**Work to complete**
From the entries below, copy exactly the lines from the one that contains "rateFresh: POINTS /" through the one that contains "grid.values.flat() as number[]);", both included, and only those.

[Stored data]
<<<<
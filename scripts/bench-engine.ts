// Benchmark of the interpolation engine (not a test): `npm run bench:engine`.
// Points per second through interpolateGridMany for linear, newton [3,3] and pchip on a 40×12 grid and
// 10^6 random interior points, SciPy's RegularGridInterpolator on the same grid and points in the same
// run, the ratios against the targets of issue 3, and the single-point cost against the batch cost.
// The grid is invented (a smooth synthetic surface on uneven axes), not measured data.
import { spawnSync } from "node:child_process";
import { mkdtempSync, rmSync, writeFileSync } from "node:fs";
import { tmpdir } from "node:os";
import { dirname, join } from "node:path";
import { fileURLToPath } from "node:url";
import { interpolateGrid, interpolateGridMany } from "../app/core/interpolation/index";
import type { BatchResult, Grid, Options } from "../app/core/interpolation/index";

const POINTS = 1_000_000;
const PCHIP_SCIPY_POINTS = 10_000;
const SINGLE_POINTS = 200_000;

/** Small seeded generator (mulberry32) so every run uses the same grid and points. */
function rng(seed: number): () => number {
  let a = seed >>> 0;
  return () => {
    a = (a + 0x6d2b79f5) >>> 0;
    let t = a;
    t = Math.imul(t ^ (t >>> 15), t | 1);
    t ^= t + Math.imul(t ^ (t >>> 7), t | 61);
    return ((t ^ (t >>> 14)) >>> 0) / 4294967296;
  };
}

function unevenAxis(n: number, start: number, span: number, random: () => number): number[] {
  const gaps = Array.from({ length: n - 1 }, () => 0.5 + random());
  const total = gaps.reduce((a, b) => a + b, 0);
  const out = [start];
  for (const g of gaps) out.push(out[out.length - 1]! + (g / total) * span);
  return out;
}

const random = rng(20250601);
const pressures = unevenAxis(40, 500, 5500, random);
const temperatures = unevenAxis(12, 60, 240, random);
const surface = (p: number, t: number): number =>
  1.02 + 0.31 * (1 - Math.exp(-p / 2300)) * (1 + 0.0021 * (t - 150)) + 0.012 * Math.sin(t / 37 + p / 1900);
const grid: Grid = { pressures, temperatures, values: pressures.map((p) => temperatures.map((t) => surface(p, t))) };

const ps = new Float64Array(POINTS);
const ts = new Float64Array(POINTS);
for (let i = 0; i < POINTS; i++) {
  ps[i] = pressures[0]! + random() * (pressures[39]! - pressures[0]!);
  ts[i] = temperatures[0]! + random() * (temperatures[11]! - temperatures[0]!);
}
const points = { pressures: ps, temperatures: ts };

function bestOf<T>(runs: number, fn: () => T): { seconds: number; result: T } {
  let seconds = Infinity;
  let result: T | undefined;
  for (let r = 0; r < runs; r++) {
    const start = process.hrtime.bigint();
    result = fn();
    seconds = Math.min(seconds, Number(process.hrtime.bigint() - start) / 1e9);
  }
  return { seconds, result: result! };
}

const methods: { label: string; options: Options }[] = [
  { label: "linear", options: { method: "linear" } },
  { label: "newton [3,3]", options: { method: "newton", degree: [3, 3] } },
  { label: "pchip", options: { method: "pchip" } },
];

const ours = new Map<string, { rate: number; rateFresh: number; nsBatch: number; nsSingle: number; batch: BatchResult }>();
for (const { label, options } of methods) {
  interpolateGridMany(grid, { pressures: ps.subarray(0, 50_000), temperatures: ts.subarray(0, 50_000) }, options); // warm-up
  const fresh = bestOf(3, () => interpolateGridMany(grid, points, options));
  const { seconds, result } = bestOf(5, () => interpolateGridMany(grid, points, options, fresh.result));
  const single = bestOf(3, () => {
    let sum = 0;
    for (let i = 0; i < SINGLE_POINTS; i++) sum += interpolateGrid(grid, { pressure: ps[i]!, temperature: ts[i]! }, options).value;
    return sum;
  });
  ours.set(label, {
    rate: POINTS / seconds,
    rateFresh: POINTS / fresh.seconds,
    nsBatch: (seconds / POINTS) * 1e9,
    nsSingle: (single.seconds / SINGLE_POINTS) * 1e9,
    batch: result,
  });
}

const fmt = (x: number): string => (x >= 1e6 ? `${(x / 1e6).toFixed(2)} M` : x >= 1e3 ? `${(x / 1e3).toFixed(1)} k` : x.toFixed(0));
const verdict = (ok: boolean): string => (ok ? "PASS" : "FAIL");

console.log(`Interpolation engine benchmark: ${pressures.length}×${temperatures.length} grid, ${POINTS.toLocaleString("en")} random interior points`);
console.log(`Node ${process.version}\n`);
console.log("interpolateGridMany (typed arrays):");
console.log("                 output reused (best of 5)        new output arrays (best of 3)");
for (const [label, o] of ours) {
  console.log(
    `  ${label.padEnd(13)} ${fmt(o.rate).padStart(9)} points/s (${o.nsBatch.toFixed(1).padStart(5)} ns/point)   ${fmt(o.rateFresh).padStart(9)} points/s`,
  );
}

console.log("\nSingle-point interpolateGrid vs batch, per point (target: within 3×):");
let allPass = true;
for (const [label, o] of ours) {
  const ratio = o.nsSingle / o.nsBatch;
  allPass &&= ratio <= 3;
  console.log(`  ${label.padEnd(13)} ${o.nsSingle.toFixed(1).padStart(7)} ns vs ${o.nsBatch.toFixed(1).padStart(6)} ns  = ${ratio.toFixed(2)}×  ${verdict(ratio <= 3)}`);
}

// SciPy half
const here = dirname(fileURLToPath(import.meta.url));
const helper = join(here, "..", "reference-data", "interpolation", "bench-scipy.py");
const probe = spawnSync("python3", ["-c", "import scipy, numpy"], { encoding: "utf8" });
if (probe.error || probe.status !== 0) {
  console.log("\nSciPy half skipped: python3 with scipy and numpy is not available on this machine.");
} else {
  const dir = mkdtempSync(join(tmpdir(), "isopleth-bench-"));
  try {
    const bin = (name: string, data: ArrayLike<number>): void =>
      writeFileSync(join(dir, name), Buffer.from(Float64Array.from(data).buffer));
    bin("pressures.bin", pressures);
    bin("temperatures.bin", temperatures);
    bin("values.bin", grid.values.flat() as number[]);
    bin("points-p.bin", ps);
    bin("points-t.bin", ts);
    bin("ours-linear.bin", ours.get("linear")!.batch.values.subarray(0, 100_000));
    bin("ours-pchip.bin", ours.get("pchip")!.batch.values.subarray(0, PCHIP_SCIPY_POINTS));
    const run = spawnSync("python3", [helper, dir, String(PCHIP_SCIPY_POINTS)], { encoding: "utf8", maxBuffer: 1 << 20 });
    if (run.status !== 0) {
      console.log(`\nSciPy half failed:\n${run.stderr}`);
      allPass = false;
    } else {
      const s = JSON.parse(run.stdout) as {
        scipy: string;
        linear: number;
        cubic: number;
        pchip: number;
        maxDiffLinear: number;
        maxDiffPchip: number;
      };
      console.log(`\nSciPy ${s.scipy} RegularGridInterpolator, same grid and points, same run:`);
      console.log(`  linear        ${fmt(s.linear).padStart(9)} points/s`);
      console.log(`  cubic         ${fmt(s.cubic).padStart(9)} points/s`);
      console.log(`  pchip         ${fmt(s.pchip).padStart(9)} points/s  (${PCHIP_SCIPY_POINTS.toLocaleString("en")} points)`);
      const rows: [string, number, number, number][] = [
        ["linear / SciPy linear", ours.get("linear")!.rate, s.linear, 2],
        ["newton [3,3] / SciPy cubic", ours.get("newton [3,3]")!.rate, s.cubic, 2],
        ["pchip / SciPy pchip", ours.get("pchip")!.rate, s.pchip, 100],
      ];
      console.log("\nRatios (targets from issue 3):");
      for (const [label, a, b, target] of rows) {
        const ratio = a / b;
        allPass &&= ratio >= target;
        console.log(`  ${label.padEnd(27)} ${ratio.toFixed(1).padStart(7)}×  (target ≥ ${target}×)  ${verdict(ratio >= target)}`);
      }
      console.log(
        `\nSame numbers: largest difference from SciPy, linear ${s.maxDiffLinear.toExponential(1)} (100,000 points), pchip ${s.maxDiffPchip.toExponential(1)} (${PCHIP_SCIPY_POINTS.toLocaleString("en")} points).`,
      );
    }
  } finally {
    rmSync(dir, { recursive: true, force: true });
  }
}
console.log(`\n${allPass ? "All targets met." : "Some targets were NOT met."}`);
>>>>
**Output below**
    rateFresh: POINTS / fresh.seconds,
    nsBatch: (seconds / POINTS) * 1e9,
    nsSingle: (single.seconds / SINGLE_POINTS) * 1e9,
    batch: result,
  });
}

const fmt = (x: number): string => (x >= 1e6 ? `${(x / 1e6).toFixed(2)} M` : x >= 1e3 ? `${(x / 1e3).toFixed(1)} k` : x.toFixed(0));
const verdict = (ok: boolean): string => (ok ? "PASS" : "FAIL");

console.log(`Interpolation engine benchmark: ${pressures.length}×${temperatures.length} grid, ${POINTS.toLocaleString("en")} random interior points`);
console.log(`Node ${process.version}\n`);
console.log("interpolateGridMany (typed arrays):");
console.log("                 output reused (best of 5)        new output arrays (best of 3)");
for (const [label, o] of ours) {
  console.log(
    `  ${label.padEnd(13)} ${fmt(o.rate).padStart(9)} points/s (${o.nsBatch.toFixed(1).padStart(5)} ns/point)   ${fmt(o.rateFresh).padStart(9)} points/s`,
  );
}

console.log("\nSingle-point interpolateGrid vs batch, per point (target: within 3×):");
let allPass = true;
for (const [label, o] of ours) {
  const ratio = o.nsSingle / o.nsBatch;
  allPass &&= ratio <= 3;
  console.log(`  ${label.padEnd(13)} ${o.nsSingle.toFixed(1).padStart(7)} ns vs ${o.nsBatch.toFixed(1).padStart(6)} ns  = ${ratio.toFixed(2)}×  ${verdict(ratio <= 3)}`);
}

// SciPy half
const here = dirname(fileURLToPath(import.meta.url));
const helper = join(here, "..", "reference-data", "interpolation", "bench-scipy.py");
const probe = spawnSync("python3", ["-c", "import scipy, numpy"], { encoding: "utf8" });
if (probe.error || probe.status !== 0) {
  console.log("\nSciPy half skipped: python3 with scipy and numpy is not available on this machine.");
} else {
  const dir = mkdtempSync(join(tmpdir(), "isopleth-bench-"));
  try {
    const bin = (name: string, data: ArrayLike<number>): void =>
      writeFileSync(join(dir, name), Buffer.from(Float64Array.from(data).buffer));
    bin("pressures.bin", pressures);
    bin("temperatures.bin", temperatures);
    bin("values.bin", grid.values.flat() as number[]);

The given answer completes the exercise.